Now, of course, you get to compute the WLS regressions for each galaxy. This is reasonably convenient with the statsmodels package.
In [ ]:
# Suggestions:
# We get to juggle covariance matrices now, so perhaps give up on using pandas to organize things, and resort to dicts.
# Also, subtract ~1.5 from the log(P)'s to approximately center them on zero.
# This trick reduces the covariance of the WLS parameters, which will ultimately make our sampling more efficient.

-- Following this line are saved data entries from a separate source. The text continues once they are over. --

/**
 * Photo references for blocks. The photos table belongs to the upload feature and may not exist
 * yet on an older database, so it is read with plain SQL once its presence is known.
 */
import { QueryTypes, type Sequelize, type Transaction } from 'sequelize';
import type { PhotoRefDto } from '@shared/swap-types';

let photosTableKnown = false;

async function hasPhotosTable(sequelize: Sequelize, transaction?: Transaction): Promise<boolean> {
  if (photosTableKnown) return true;
  const [row] = await sequelize.query<{ present: boolean }>("SELECT to_regclass('public.photos') IS NOT NULL AS present", {
    type: QueryTypes.SELECT,
    transaction,
  });
  photosTableKnown = Boolean(row?.present);
  return photosTableKnown;
}

export function photoRef(id: number): PhotoRefDto {
  return { id, url: `/api/photos/${id}`, thumbUrl: `/api/photos/${id}?size=thumb` };
}

/** Photos of each block, oldest first, in one query. */
export async function photosByBlock(sequelize: Sequelize, blockIds: number[], transaction?: Transaction): Promise<Map<number, PhotoRefDto[]>> {
  const byBlock = new Map<number, PhotoRefDto[]>();
  if (blockIds.length === 0 || !(await hasPhotosTable(sequelize, transaction))) return byBlock;
  const rows = await sequelize.query<{ id: number; block_id: number }>(
    'SELECT id, block_id FROM photos WHERE block_id = ANY($ids::int[]) ORDER BY created_at, id',
    { bind: { ids: blockIds }, type: QueryTypes.SELECT, transaction },
  );
  for (const row of rows) {
    const list = byBlock.get(row.block_id) ?? [];
    list.push(photoRef(row.id));
    byBlock.set(row.block_id, list);
  }
  return byBlock;
}

/** Photos of every block of a swap, in one query that needs no block ids first (for the roster). */
export async function photosBySwap(sequelize: Sequelize, swapId: number, transaction?: Transaction): Promise<Map<number, PhotoRefDto[]>> {
  const byBlock = new Map<number, PhotoRefDto[]>();
  if (!(await hasPhotosTable(sequelize, transaction))) return byBlock;
  const rows = await sequelize.query<{ id: number; block_id: number }>(
    `SELECT p.id, p.block_id FROM photos p JOIN blocks b ON b.id = p.block_id
      WHERE b.swap_id = $swapId ORDER BY p.created_at, p.id`,
    { bind: { swapId }, type: QueryTypes.SELECT, transaction },
  );
  for (const row of rows) byBlock.set(row.block_id, [...(byBlock.get(row.block_id) ?? []), photoRef(row.id)]);
  return byBlock;
}
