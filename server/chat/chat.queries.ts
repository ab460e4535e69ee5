/** The chat feature's hand-written SQL; every value arrives as a bind parameter. */
import { ChatRoom } from '../db/models';
import { modelColumns, sqlOnce } from '../db/model-columns';
import { roleIn } from '../guilds/guilds.queries';

/**
 * Room $roomId with what deciding access to it needs, in one statement: the role of $userId in its
 * guild, and the title and state of the sew day or swap it belongs to (a swap's room follows the
 * swap's visibility). Every read of a room's history and every message sent asks it.
 */
export const roomWithAccess = sqlOnce(
  () => `SELECT ${modelColumns(ChatRoom, 'r')}, ${roleIn('r.guild_id')} AS "viewerRole",
         d.title AS "sewDayTitle", s.title AS "swapTitle", s.state AS "swapState"
    FROM chat_rooms r
    LEFT JOIN sew_days d ON d.id = r.sew_day_id
    LEFT JOIN swaps s ON s.id = r.swap_id
   WHERE r.id = $roomId`,
);

/**
 * Swap $swapId's room, opened by this statement when it has none yet ($guildId is the swap's guild).
 * The common case, a room that exists, writes nothing. Two people opening it at once: the one whose
 * insert loses gets no row here (its snapshot sees neither room) and reads it again.
 */
export const swapRoomOpened = sqlOnce(
  () => `WITH opened AS (
    INSERT INTO chat_rooms (guild_id, kind, swap_id, created_at, updated_at)
    SELECT $guildId, 'swap', $swapId, now(), now()
     WHERE NOT EXISTS (SELECT 1 FROM chat_rooms WHERE swap_id = $swapId)
    ON CONFLICT (swap_id) DO NOTHING
    RETURNING ${modelColumns(ChatRoom, 'chat_rooms')})
  SELECT * FROM opened
  UNION ALL
  SELECT ${modelColumns(ChatRoom, 'r')} FROM chat_rooms r WHERE r.swap_id = $swapId`,
);

/** A message with its author's name and, unless removed, its photos in order (null for none). */
const MESSAGE_ROW = `m.id, m.room_id AS "roomId", m.author_id AS "authorId", u.display_name AS "authorName", m.body,
         m.created_at AS "createdAt", m.edited_at AS "editedAt", m.deleted_at AS "deletedAt", m.deleted_by_id AS "deletedById",
         CASE WHEN m.deleted_at IS NULL THEN
           (SELECT json_agg(json_build_object('id', p.id, 'width', p.width, 'height', p.height) ORDER BY p.id)
              FROM photos p WHERE p.chat_message_id = m.id)
         END AS photos
    FROM chat_messages m LEFT JOIN users u ON u.id = m.author_id`;

/** The newest $limit messages of room $roomId, newest first; a second text for those older than $before. */
export const HISTORY_PAGE = {
  newest: `SELECT ${MESSAGE_ROW} WHERE m.room_id = $roomId ORDER BY m.id DESC LIMIT $limit`,
  before: `SELECT ${MESSAGE_ROW} WHERE m.room_id = $roomId AND m.id < $before ORDER BY m.id DESC LIMIT $limit`,
} as const;

/** Holds one person's posts in turn, on every node, until the transaction ends: the limit below counts under it. */
export const LOCK_SENDER = 'SELECT pg_advisory_xact_lock(7314005, $authorId)';

/**
 * Message $body by $authorId in room $roomId at $at, written only when its author posted fewer than
 * $limit messages since $since. One row: the message's id (null when refused) and the oldest of the
 * author's last $limit messages in the window, which says when the next may go.
 */
export const POST_WITHIN_LIMIT = `WITH recent AS (
    SELECT created_at FROM chat_messages
     WHERE author_id = $authorId::int AND created_at > $since::timestamptz
     ORDER BY created_at DESC LIMIT $limit::int),
  posted AS (
    INSERT INTO chat_messages (room_id, author_id, body, created_at, updated_at)
    SELECT $roomId::int, $authorId::int, $body::text, $at::timestamptz, $at::timestamptz
     WHERE (SELECT count(*) FROM recent) < $limit::int
    RETURNING id)
  SELECT (SELECT id FROM posted) AS id, (SELECT min(created_at) FROM recent) AS "oldestRecent"`;
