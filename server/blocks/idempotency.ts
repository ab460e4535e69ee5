/**
 * clientId idempotency for block requests sent by offline tools: the first answer is stored in the
 * same transaction as the change, and a repeat with the same clientId gets that answer back without
 * changing anything. A failed request stores nothing, so it may be retried with the same id.
 */
import { QueryTypes, type Transaction } from 'sequelize';
import { BlockRequest } from '../db/models';
import { ConflictError } from '../http/errors';
import type { AppDeps } from '../deps';

export interface Outcome<T> {
  status: number;
  body: T;
  /** work to do after commit (domain events); skipped on a replay */
  after?: () => void;
}

export interface Answer<T> {
  status: number;
  body: T;
  replayed: boolean;
}

interface Claim {
  clientId?: string;
  userId: number;
  blockId: number;
  action: string;
}

export async function idempotent<T>(
  deps: Pick<AppDeps, 'sequelize'>,
  claim: Claim,
  run: (transaction: Transaction) => Promise<Outcome<T>>,
): Promise<Answer<T>> {
  const { sequelize } = deps;
  const { clientId } = claim;
  const result = await sequelize.transaction(async (transaction): Promise<Outcome<T> & { replayed: boolean }> => {
    if (clientId) {
      // A concurrent request with the same id waits here until the first one commits or rolls back.
      const claimed = await sequelize.query(
        `INSERT INTO block_requests (client_id, user_id, block_id, action, created_at)
         VALUES ($clientId, $userId, $blockId, $action, now()) ON CONFLICT (client_id) DO NOTHING RETURNING client_id`,
        {
          bind: { clientId, userId: claim.userId, blockId: claim.blockId, action: claim.action },
          type: QueryTypes.SELECT,
          transaction,
        },
      );
      if (claimed.length === 0) {
        const prior = await BlockRequest.findByPk(clientId, { transaction });
        if (!prior || prior.blockId !== claim.blockId || prior.action !== claim.action || prior.userId !== claim.userId) {
          throw new ConflictError('This clientId was already used for a different request; send a new one.', 'client_id_reused');
        }
        return { status: prior.statusCode ?? 200, body: prior.response as T, replayed: true };
      }
    }
    const outcome = await run(transaction);
    if (clientId) {
      await BlockRequest.update(
        { statusCode: outcome.status, response: outcome.body as object },
        { where: { clientId }, transaction },
      );
    }
    return { ...outcome, replayed: false };
  });
  if (!result.replayed) result.after?.();
  return { status: result.status, body: result.body, replayed: result.replayed };
}
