/**
 * Small steps on a block that can be taken back. Each step is kept with who took it and the block's
 * columns just before it; *Undo* puts the latest step's columns back, and an undone measurement stays
 * in the history marked withdrawn. An officer may also accept an off-size block with a reason.
 */
import { QueryTypes } from 'sequelize';
import type { AcceptBlockInput } from '@shared/schemas/blocks';
import type { BlockDto } from '@shared/swap-types';
import { Measurement, type Swap } from '../db/models';
import { ConflictError, ForbiddenError } from '../http/errors';
import type { AppDeps } from '../deps';
import { blockDto, isAccepted } from './block-dto';
import { assertSwapIn, blockChanged, type LockedBlock } from './blocks.service';
import { LAST_STEP } from './blocks.queries';
import { applyStep, type Snapshot, type StepAction } from './step-log';
import type { Reply } from '../http/route';

type Deps = Pick<AppDeps, 'events' | 'sequelize' | 'pool'>;

interface StepRow {
  id: number;
  action: StepAction;
  by_id: number | null;
  before: Snapshot;
  measurement_id: number | null;
}

const DATE_COLUMNS = new Set(['trimmedAt', 'sewnAt', 'handedInAt', 'receivedAt', 'measuredAt', 'acceptedAt']);

function restored(before: Snapshot): Record<string, unknown> {
  return Object.fromEntries(
    Object.entries(before).map(([k, v]) => [k, DATE_COLUMNS.has(k) && typeof v === 'string' ? new Date(v) : v]),
  );
}

const undoWords: Record<StepAction, string> = {
  sewn: 'Marked sewn',
  handed_in: 'Handed in',
  received: 'Taken in',
  measured: 'Measured',
  trimmed: 'Marked trimmed',
  accepted: 'Accepted by decision',
};

function assertChangeable(swap: Swap, doing: string) {
  if (swap.state === 'complete' || swap.state === 'cancelled') {
    throw new ConflictError(`This swap is ${swap.state}; its blocks cannot be ${doing} any more.`, 'swap_closed');
  }
  if (swap.distributionConfirmedAt)
    throw new ConflictError(
      `The return of blocks is already confirmed; blocks cannot be ${doing} any more.`,
      'distribution_confirmed',
    );
}

/**
 * Reverts the block's latest step. The one who took the step may undo it, and so may an officer;
 * never once the return is confirmed or the swap is complete. Answers the block as it is after.
 */
export async function undoLastStep(
  deps: Deps,
  locked: LockedBlock,
  actor: { userId: number; canManage: boolean },
): Promise<Reply<BlockDto & { undone: string }>> {
  const { block, swap, transaction } = locked;
  assertChangeable(swap, 'changed');
  const [step] = await deps.sequelize.query<StepRow>(LAST_STEP, {
    bind: { blockId: block.id },
    type: QueryTypes.SELECT,
    transaction,
  });
  if (!step) throw new ConflictError('There is no step on this block left to undo.', 'nothing_to_undo');
  if (step.by_id !== actor.userId && !actor.canManage) {
    throw new ForbiddenError('Someone else took the last step on this block; only they or a coordinator can undo it.');
  }
  const from = block.state;
  await block.update(restored(step.before), { transaction });
  if (step.measurement_id !== null) {
    await Measurement.update(
      { withdrawnAt: new Date(), withdrawnById: actor.userId },
      { where: { id: step.measurement_id }, transaction },
    );
  }
  await deps.sequelize.query(`UPDATE block_steps SET undone_at = now(), undone_by_id = $userId WHERE id = $id`, {
    bind: { id: step.id, userId: actor.userId },
    type: QueryTypes.UPDATE,
    transaction,
  });
  const dto = await blockDto(deps, block, swap, { transaction });
  return { body: { ...dto, undone: undoWords[step.action] }, after: blockChanged(deps, locked, actor.userId, from) };
}

/**
 * An officer accepts a measured block that is off size or out of square, with a reason; it then
 * takes part in the return like an accepted block. Undo takes the decision back.
 */
export async function acceptByDecision(
  deps: Deps,
  locked: LockedBlock,
  actorId: number,
  input: AcceptBlockInput,
): Promise<Reply<BlockDto>> {
  const { block, swap, transaction } = locked;
  assertSwapIn(swap, ['collecting', 'sorting'], 'accepted');
  assertChangeable(swap, 'accepted');
  if (block.state !== 'measured') throw new ConflictError('Measure the block before deciding to accept it.', 'not_measured');
  if (isAccepted(block))
    throw new ConflictError('This block is accepted already; there is nothing to decide.', 'already_accepted');
  await applyStep(
    transaction,
    block,
    { acceptedAt: new Date(), acceptedById: actorId, acceptedReason: input.reason },
    { action: 'accepted', byId: actorId },
  );
  return {
    body: await blockDto(deps, block, swap, { transaction }),
    after: blockChanged(deps, locked, actorId, 'measured'),
  };
}
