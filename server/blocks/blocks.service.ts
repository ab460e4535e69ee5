/** A block's life between pledge and return: sewn, handed in, received, trimmed. */
import type { Transaction } from 'sequelize';
import type { HandInInput } from '@shared/schemas/blocks';
import type { BlocksQuery, BlockState, SwapState } from '@shared/schemas/swaps';
import type { BlockDto } from '@shared/swap-types';
import { isBlockStateBefore } from '@shared/vocabulary';
import { Block, type Swap } from '../db/models';
import { ConflictError, ForbiddenError, NotFoundError } from '../http/errors';
import type { Reply } from '../http/route';
import type { AppDeps } from '../deps';
import { blockDto, blockDtos, type BlockViewer } from './block-dto';
import { idempotent } from './idempotency';
import { findBlockWithSwap, swapBlocks } from './blocks.queries';
import { preparedPoolQuery } from '../db/prepared';
import { buildFromRow } from '../db/model-columns';
import { applyStep } from './step-log';

type Deps = Pick<AppDeps, 'events' | 'sequelize' | 'pool'>;

/**
 * A block to change, as the route's policy read and locked it, with the transaction it is locked
 * in: the service works on this instance and never reads the block again.
 */
export interface LockedBlock {
  block: Block;
  swap: Swap;
  transaction: Transaction;
}

/** The block, locked for a change of its state, and its swap, in one query (for changes outside a block route). */
export async function lockedBlock(deps: Pick<AppDeps, 'pool'>, blockId: number, transaction: Transaction): Promise<LockedBlock> {
  const found = await findBlockWithSwap(deps.pool, blockId, { transaction, lockForChange: true });
  if (!found) throw new NotFoundError('That block does not exist.');
  return { ...found, transaction };
}

export function assertSwapIn(swap: Swap, states: readonly SwapState[], doing: string) {
  if (states.includes(swap.state)) return;
  throw new ConflictError(
    `Blocks can be ${doing} only while the swap is ${states.join(' or ')}; it is ${swap.state} now.`,
    'swap_state',
  );
}

/** The domain event for a block that moved from `from`, to emit after commit. */
export function blockChanged(
  deps: Pick<AppDeps, 'events'>,
  { block, swap }: Pick<LockedBlock, 'block' | 'swap'>,
  actorId: number,
  from: BlockState,
) {
  return () =>
    deps.events.emit('block.changed', {
      swapId: swap.id,
      guildId: swap.guildId,
      actorId,
      blockId: block.id,
      makerId: block.makerId,
      from,
      to: block.state,
    });
}

/** The block's answer as it is after the change, read in the change's transaction. */
async function answer(deps: Deps, { block, swap, transaction }: LockedBlock, after?: () => void, status = 200) {
  return { status, body: await blockDto(deps, block, swap, { transaction }), after };
}

/**
 * Marks a pledged block sewn (the maker says so, or a photo of it was posted). Already sewn or
 * further along: nothing changes. The photo upload calls it inside its own transaction and emits
 * the returned event after commit.
 */
export async function markBlockSewn(deps: Deps, locked: LockedBlock, actorId: number): Promise<(() => void) | undefined> {
  const { block, swap, transaction } = locked;
  assertSwapIn(swap, ['signup', 'sewing', 'collecting'], 'marked sewn');
  if (block.state !== 'pledged') return undefined;
  await applyStep(transaction, block, { state: 'sewn', sewnAt: new Date() }, { action: 'sewn', byId: actorId });
  return blockChanged(deps, locked, actorId, 'pledged');
}

export async function markSewn(deps: Deps, locked: LockedBlock, actorId: number): Promise<Reply<BlockDto>> {
  return answer(deps, locked, await markBlockSewn(deps, locked, actorId));
}

/**
 * Hands a locked block in, unless the coordinator has taken it in already (`refusal` says so); a
 * block handed in before keeps its first hand-in time. Answers the state it came from.
 */
export async function handInLocked(
  deps: Deps,
  { block, swap, transaction }: LockedBlock,
  actorId: number,
  input: HandInInput,
  refusal: string,
): Promise<BlockState> {
  assertSwapIn(swap, ['signup', 'sewing', 'collecting'], 'handed in');
  if (!isBlockStateBefore(block.state, 'received')) throw new ConflictError(refusal, 'already_received');
  const from = block.state;
  const now = new Date();
  await applyStep(
    transaction,
    block,
    {
      state: 'handed_in',
      handInHow: input.how,
      handInNote: input.note || null,
      handedInAt: block.handedInAt ?? now,
      sewnAt: block.sewnAt ?? now,
    },
    { action: 'handed_in', byId: actorId },
  );
  return from;
}

/** The maker hands a block in, at a meeting or by post (with an optional tracking note). */
export async function handIn(deps: Deps, locked: LockedBlock, actorId: number, input: HandInInput): Promise<Reply<BlockDto>> {
  const refusal = 'The coordinator has already received this block, so its hand-in cannot change.';
  const from = await handInLocked(deps, locked, actorId, input, refusal);
  return answer(deps, locked, from !== 'handed_in' ? blockChanged(deps, locked, actorId, from) : undefined);
}

/** A coordinator takes a block in. Repeating it changes nothing; a measured block cannot be received again. */
export function receive(deps: Deps, locked: LockedBlock, actorId: number, clientId?: string): Promise<Reply<BlockDto>> {
  const { block, swap, transaction } = locked;
  return idempotent(
    deps.sequelize,
    transaction,
    { clientId, userId: actorId, blockId: block.id, action: 'received' },
    async () => {
      assertSwapIn(swap, ['sewing', 'collecting'], 'received');
      if (block.state === 'received') return answer(deps, locked);
      if (!isBlockStateBefore(block.state, 'received')) {
        throw new ConflictError(`This block is already ${block.state}; there is nothing to receive.`, 'already_received');
      }
      const from = block.state;
      const now = new Date();
      await applyStep(
        transaction,
        block,
        { state: 'received', receivedAt: now, receivedById: actorId, sewnAt: block.sewnAt ?? now },
        { action: 'received', byId: actorId },
      );
      return answer(deps, locked, blockChanged(deps, locked, actorId, from));
    },
  );
}

/** A coordinator records that a `trim` block was cut down to size; it then counts as accepted. */
export async function markTrimmed(deps: Deps, locked: LockedBlock, actorId: number): Promise<Reply<BlockDto>> {
  const { block, swap, transaction } = locked;
  assertSwapIn(swap, ['collecting', 'sorting'], 'marked trimmed');
  if (swap.distributionConfirmedAt)
    throw new ConflictError('The return of blocks is already confirmed.', 'distribution_confirmed');
  if (block.state !== 'measured' || block.verdict !== 'trim') {
    throw new ConflictError('Only a measured block with the verdict “Trim to size” can be marked trimmed.', 'not_trim');
  }
  if (block.trimmed) return answer(deps, locked);
  await applyStep(transaction, block, { trimmed: true, trimmedAt: new Date() }, { action: 'trimmed', byId: actorId });
  return answer(deps, locked, blockChanged(deps, locked, actorId, 'measured'));
}

/** One block as the policy read it (with its swap). */
export function getBlock(
  deps: Pick<AppDeps, 'sequelize' | 'pool'>,
  { block, swap }: { block: Block; swap: Swap },
  viewer: BlockViewer,
): Promise<BlockDto> {
  return blockDto(deps, block, swap, { viewer });
}

/**
 * Blocks of a swap. `maker=me` (or the caller's own id) and `recipient=me` (blocks coming to the
 * caller) are open to every member; anyone else's blocks, or all of them, only to officers.
 */
export async function listBlocks(
  deps: Pick<AppDeps, 'sequelize' | 'pool'>,
  swap: Swap,
  viewer: BlockViewer,
  query: BlocksQuery,
): Promise<BlockDto[]> {
  const makerId = query.maker === 'me' ? viewer.userId : query.maker;
  const mine = makerId === viewer.userId || (query.recipient === 'me' && makerId === undefined);
  if (!viewer.canManage && !mine) throw new ForbiddenError('Members see their own blocks: ask for maker=me or recipient=me.');
  const rows = await preparedPoolQuery<Record<string, unknown>>(deps.pool, swapBlocks(), {
    swapId: swap.id,
    makerId: makerId ?? null,
    toMe: query.recipient === 'me',
    userId: viewer.userId,
  });
  const blocks = rows.map((row) => buildFromRow(Block, row));
  return blockDtos(deps, blocks, swap, { viewer });
}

# But don't forget when interpreting the intercepts!
try:
exec(open('Solution/do_WLS.py').read())
except IOError:
mu_a = {} # dictionaries to be indexed by galaxy name, holding an average a
mu_b = {} # an average b,
Sigma = {} # and a covariance matrix from WLS fit
for ngc in ngcs:
this = cepheids[cepheids.gal == ngc]
model = REPLACE_WITH_YOUR_SOLUTION() # check out the documentation for statsmodels.api.WLS
wls = model.fit()
j = (galaxies.gal == ngc)
mu_a[ngc] = REPLACE_WITH_YOUR_SOLUTION()
mu_b[ngc] = REPLACE_WITH_YOUR_SOLUTION()
Sigma[ngc] = np.asmatrix( REPLACE_WITH_YOUR_SOLUTION() )
Just to prove this did something reasonable, lets plot the individual WLS fits over the data. And then never look at the full Cepheid data ever again.
NB, the code below assumes that you did subtract 1.5 from the log-periods before doing the WLS.
In [ ]:
plt.xlim([0.3, 2.5])
plt.ylim(np.array([30.0, 17.0])-25.0-5.0) # magnitudes go backwards!
for ngc,color in zip(ngcs, gal_colors):
this = cepheids[cepheids.gal == ngc]
plt.errorbar(this.logP, this.M, yerr=this.merr, fmt='.', ms=7, lw=1, color=color, label='NGC'+str(int(ngc)))
plt.plot(np.sort(this.logP), mu_a[ngc]+mu_b[ngc]*np.sort(this.logP-1.5), color=color, label='')
plt.xlabel('$\\log_{10} P / {\\rm days}$', fontsize=20)
plt.ylabel('${\\rm Magnitude (AB)}$', fontsize=20)
plt.title('Cepheid Period-Luminosity (Riess et al 2011)', fontsize=20)
plt.legend(loc='upper left');
And let's look at the individual $\mu_a$'s and $\mu_b$'s (ignoring the error covariance for plotting).
In [ ]:
plt.rcParams['figure.figsize'] = (5.0, 4.0)
plt.errorbar([mu_a[ngc] for ngc in ngcs], [mu_b[ngc] for ngc in ngcs], xerr=np.sqrt([Sigma[ngc][0,0] for ngc in ngcs]),
yerr=np.sqrt([Sigma[ngc][1,1] for ngc in ngcs]), fmt='.')
plt.xlabel('$\mu_a$', fontsize=20)
plt.ylabel('$\mu_b$', fontsize=20);
This problem will be continued in this week's homework assignment.